• [Your goal]: Please report how many lines in the data below contain "differentiated". Nothing besides the number should be written.

• [Material to process]:
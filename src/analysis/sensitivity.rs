//! Sensitivity of every figure to every numeric input of a file: the derivative of each
//! site's `dc`, `dc_all_dangerous` and residual rate, of the metrics and of the fault-free
//! false alarm, with respect to each number that an override can set, with an error bound,
//! and the elasticity (relative change per relative change).
//!
//! Method: central differences of whole analyses at steps `h` and `2h`, combined by
//! Richardson extrapolation, `D = (4 D(h) - D(2h)) / 3`. The error bound adds the truncation
//! estimate `|D(h) - D(2h)| / 3` (the change of the first-order estimate) and the figures' own
//! bounds carried through the difference formula. Near an input's edge (a sigma near zero, a
//! correlation near one) the one-sided second-order formula is used. The step is a small part
//! of the input (`STEP_REL`), or of a natural scale for an input of zero: the smallest
//! channel sigma for inputs in the file's unit, one for dimensionless ones (gains, weights,
//! correlations, latent coverages).
//!
//! A worst case over an unknown sigma is differentiated with the sigma held at its worst
//! value: at an interior maximum the derivative of the maximum is the partial derivative
//! there (the envelope theorem; Milgrom and Segal 2002, Econometrica 70(2), theorem 1, recalled
//! from memory). This also spares the scan at every step. Figures that the worst sigma does
//! not maximise (`dc`, the LFM) are differentiated with it held too, and marked. A worst case at an end of its range
//! is flagged in the cautions. Timing and isolation sections are left out: these are the
//! one-sample figures.

use rayon::prelude::*;

use crate::model::{Amplitude, Architecture, CompiledModel};
use crate::prob::Estimate;

use super::error::AnalysisError;
use super::options::AnalysisOptions;
use super::run::{Analysis, analyze};

/// Step of a finite difference relative to the input (or to its natural scale).
pub const STEP_REL: f64 = 1e-4;
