/// Architectures side by side, as `concord compare FILE... --format json`: the JSON object
/// as a dict (rows in the order given; `figure` is "dc" or "dc_all_dangerous"). The
/// `seconds` of each row is the measured computation time, so it differs from run to run.
#[pyfunction]
#[pyo3(signature = (architectures, *, figure = "dc", tolerance = None))]
fn compare<'py>(
    py: Python<'py>,
    architectures: Vec<PyRef<'py, PyArchitecture>>,
    figure: &str,
    tolerance: Option<f64>,
) -> PyResult<Bound<'py, PyAny>> {
    let options = options(py, tolerance)?;
    let all_dangerous = coverage_figure(py, figure)? == CoverageFigure::DcAllDangerous;
    let archs: Vec<&model::Architecture> = architectures.iter().map(|a| &a.inner).collect();
    let text = py.detach(|| -> Result<String, CliError> {
        let mut rows = Vec::with_capacity(archs.len());
        for arch in &archs {
            rows.push(summarise(arch, &options)?);
        }
        Ok(compare_report::json(&rows, all_dangerous)?)
    });
    let text = text.map_err(|e| cli_error(py, e))?;
    from_json(py, &text)
}

/// The version of the concord library this module was built from.
#[pyfunction]
fn version() -> &'static str {
    TOOL_VERSION
}

/// The module `concord`.
#[pymodule]
#[pyo3(name = "concord")]
fn concord_module(m: &Bound<'_, PyModule>) -> PyResult<()> {
    let py = m.py();
    m.add("__version__", TOOL_VERSION)?;
    m.add("DEFAULT_TOLERANCE", DEFAULT_TOLERANCE)?;
    m.add("ConcordError", py.get_type::<ConcordError>())?;
    m.add("ArchitectureError", py.get_type::<ArchitectureError>())?;
    m.add_class::<PyArchitecture>()?;
    m.add_function(wrap_pyfunction!(load, m)?)?;
    m.add_function(wrap_pyfunction!(loads, m)?)?;
    m.add_function(wrap_pyfunction!(analyze, m)?)?;
    m.add_function(wrap_pyfunction!(sweep, m)?)?;
    m.add_function(wrap_pyfunction!(tune, m)?)?;
    m.add_function(wrap_pyfunction!(compare, m)?)?;
    m.add_function(wrap_pyfunction!(version, m)?)?;
    Ok(())
}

• [Exercise answer]: 2